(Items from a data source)
--*--

import type { AnalysedMaterial } from '@/lib/statistics/analyse-material'
import type { MaterialAnalysis, Noticed, Proposal } from '@/lib/statistics/analysis-document'
import type { AnalysisSettings } from '@/lib/statistics/analysis-input'
import { parseDecimal } from '@/lib/statistics/decimal'
import { required, withReasons } from '@/lib/statistics/document/attempt'
import { flaggedCells } from '@/lib/statistics/document/flagged-cells'
import type { MaterialCell } from '@/lib/statistics/document/material-data'
import { type Explanation, explanationsOf, type LaboratoryCell } from '@/lib/statistics/explanations'
import { mandelH, mandelK } from '@/lib/statistics/mandel'
import { NotComputable } from '@/lib/statistics/not-computable'
import { chanceOfIdentical, commonStep, trendPValue } from '@/lib/statistics/noticed'
import { summariseOthers } from '@/lib/statistics/surprise'

/**
 * Adds to each material of one measurand what might have gone wrong in its flagged cells, and what is noticed beside.
 * The order of materials stays.
 *
 * Both are `null` with a reason below 4 laboratories; a figure that belongs to another kind of observation is `null`
 * (`other-kind`), k of a cell left with one result too (`no-replicates`).
 *
 * Source: our own; `explanations.ts`, `noticed.ts`.
 */
export function explained(
  materials: readonly AnalysedMaterial[],
  settings: AnalysisSettings,
): MaterialAnalysis[] {
  const counted = materials
    .flatMap(({ data }) => data.cells)
    .filter(({ results }) => results.length >= 2).length
  const cellsOf = cellsByLaboratory(materials)
  const steps = commonSteps(materials)
  // A trend is one of all materials and is told once.
  const firstJudged = materials.find(({ summaries }) => summaries.length >= 4)
  return materials.map((one) => {
    if (one.summaries.length === 0) return withoutProposals(one, 'There is no result.')
    if (one.summaries.length < 4) return withoutProposals(one, '4 laboratories are needed.')
    const identical = identicalCells(one, cellsOf, counted)
    const flagged = [...new Set([...flaggedCells(one.analysis), ...identical.keys()])]
    return {
      ...one.analysis,
      proposals: flagged.flatMap((laboratory) =>
        explanationsOf(one.data.material, [...cellsOf.get(laboratory)!.values()], settings.units ?? []).map(
          (found) => proposalBlock(one, laboratory, found),
        ),
      ),
      noticed: [
        ...[...identical].map(([laboratory, probability]) =>
          noticedBlock({ laboratory, kind: 'identical', probability }),
        ),
        ...coarseSteps(one, steps, cellsOf, settings),
        ...(one === firstJudged ? trends(materials, cellsOf) : []),
      ],
    }
  })
}

function withoutProposals({ analysis }: AnalysedMaterial, words: string): MaterialAnalysis {
  const reason = analysis.reasons?.['mean'] ?? words
  return {
    ...analysis,
    proposals: null,
    noticed: null,
    reasons: { ...analysis.reasons, proposals: reason, noticed: reason },
  }
}

/** By laboratory, then by material. */
type CellsByLaboratory = ReadonlyMap<string, ReadonlyMap<string, LaboratoryCell>>

/** All cells of each laboratory that have enough others beside them to be judged. */
function cellsByLaboratory(materials: readonly AnalysedMaterial[]): CellsByLaboratory {
  const all = new Map<string, Map<string, LaboratoryCell>>()
  for (const { data, summaries } of materials) {
    if (summaries.length < 4) continue
    const others = summariseOthers(summaries)
    data.cells.forEach((cell, index) => {
      const own = all.get(cell.laboratory) ?? new Map<string, LaboratoryCell>()
      all.set(cell.laboratory, own)
      own.set(data.material, {
        material: data.material,
        values: [...cell.deviations],
        offset: data.restore(0),
        texts: cell.results.map(({ text }) => text),
        groups: cell.results.map(({ groups }) => JSON.stringify(groups)),
        others: others[index]!,
      })
    })
  }
  return all
}

/** Cells whose results agree in every digit although the others' scatter makes that unlikely. */
function identicalCells(
  { data }: AnalysedMaterial,
  cellsOf: CellsByLaboratory,
  counted: number,
): Map<string, number> {
  const found = new Map<string, number>()
  for (const cell of data.cells) {
    const [first, ...more] = cell.integers
    if (more.length === 0 || more.some((one) => one !== first)) continue
    const { others } = judged(cellsOf, cell.laboratory, data.material)
    const probability = chanceOfIdentical({
      results: cell.integers.length,
      step: lastStep(cell),
      sd: Math.sqrt(others.repeatabilityVariance),
      cells: counted,
    })
    if (probability < 0.05) found.set(cell.laboratory, probability)
  }
  return found
}

function lastStep({ results }: MaterialCell): number {
  const scales = results.map(({ text }) => parseDecimal(text).scale)
  return Number(`1e${-Math.max(...scales)}`)
}

/** A laboratory needs this many results before a common step is no accident. */
const FEWEST_FOR_STEP = 4

/** The step of which all results of a laboratory, over all materials, are multiples. */
function commonSteps(materials: readonly AnalysedMaterial[]): Map<string, number> {
  const finest = Math.max(...materials.map(({ data }) => data.scale))
  const numbers = new Map<string, bigint[]>()
  for (const { data } of materials) {
    const factor = 10n ** BigInt(finest - data.scale)
    for (const { laboratory, integers } of data.cells) {
      const own = numbers.get(laboratory) ?? []
      numbers.set(laboratory, own)
      own.push(...integers.map((integer) => integer * factor))
    }
  }
  const steps = [...numbers].filter(([, own]) => own.length >= FEWEST_FOR_STEP)
  return new Map(steps.map(([laboratory, own]) => [laboratory, Number(`${commonStep(own)}e${-finest}`)]))
}

function coarseSteps(
  { data }: AnalysedMaterial,
  steps: ReadonlyMap<string, number>,
  cellsOf: CellsByLaboratory,
  { decimals }: AnalysisSettings,
): Noticed[] {
  const asked = Number(`1e${-(decimals?.[data.material] ?? data.scale)}`)
  return data.cells.flatMap(({ laboratory }): Noticed[] => {
    const step = steps.get(laboratory) ?? 0
    const sd = Math.sqrt(judged(cellsOf, laboratory, data.material).others.repeatabilityVariance)
    if (!(step > asked * 1.5) || !(sd > 0) || !(step > sd / 2)) return []
    return [noticedBlock({ laboratory, kind: 'coarse', step, share: step ** 2 / (12 * sd ** 2) })]
  })
}

function trends(materials: readonly AnalysedMaterial[], cellsOf: CellsByLaboratory): Noticed[] {
  return [...cellsOf.keys()].flatMap((laboratory) => {
    const cells = materials.flatMap(({ data }) => {
      const cell = data.cells.find((one) => one.laboratory === laboratory)
      const others = cellsOf.get(laboratory)?.get(data.material)?.others
      const sd = Math.sqrt(others?.repeatabilityVariance ?? 0)
      if (cell === undefined || sd === 0) return []
      return [
        cell.results.flatMap(({ order }, index) =>
          order == null ? [] : [{ order, value: cell.deviations[index]! / sd }],
        ),
      ]
    })
    const probability = trendPValue(cells.filter(({ length }) => length > 0))
    return probability !== null && probability < 0.01
      ? [noticedBlock({ laboratory, kind: 'trend', probability })]
      : []
  })
}

function judged(cellsOf: CellsByLaboratory, laboratory: string, material: string): LaboratoryCell {
  return cellsOf.get(laboratory)!.get(material)!
}

function noticedBlock(one: {
  laboratory: string
  kind: Noticed['kind']
  probability?: number
  step?: number
  share?: number
}): Noticed {
  return withReasons((attempt) => ({
    laboratory: one.laboratory,
    kind: one.kind,
    probability: attempt('probability', () => given(one.probability)),
    step: attempt('step', () => given(one.step)),
    share: attempt('share', () => given(one.share)),
  }))
}

function given(value: number | undefined): number {
  if (value === undefined) throw new NotComputable('other-kind', 'No figure of this kind of observation.')
  return value
}

function proposalBlock(one: AnalysedMaterial, laboratory: string, found: Explanation): Proposal {
  const own = one.analysis.cells.find((cell) => cell.laboratory === laboratory)!
  const after = one.summaries.map((summary) =>
    summary.laboratory === laboratory ? { ...summary, ...found.changed } : summary,
  )
  return {
    laboratory,
    kind: found.kind,
    detail: found.detail,
    cells: [...found.materials],
    before: withReasons((attempt) => ({
      h: attempt('h', () => required(own.h, own.reasons?.['h'] ?? 'h could not be computed.')),
      k: attempt('k', () => required(own.k, own.reasons?.['k'] ?? 'k could not be computed.')),
      surprise: found.surpriseBefore,
    })),
    after: withReasons((attempt) => ({
      h: attempt('h', () => mandelH(after).find((cell) => cell.laboratory === laboratory)!.h),
      k: attempt('k', () => {
        const k = mandelK(after).find((cell) => cell.laboratory === laboratory)?.k
        if (k === undefined) throw new NotComputable('no-replicates', 'The laboratory has no second result.')
        return k
      }),
      surprise: found.surpriseAfter,
    })),
    price: found.price,
    score: found.score,
  }
}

--*--

EXERCISE DIRECTIONS:
Copy from the entries above each line in which the string "counted" can be found.

OUTPUT:
  const counted = materials
    const identical = identicalCells(one, cellsOf, counted)
  counted: number,
      cells: counted,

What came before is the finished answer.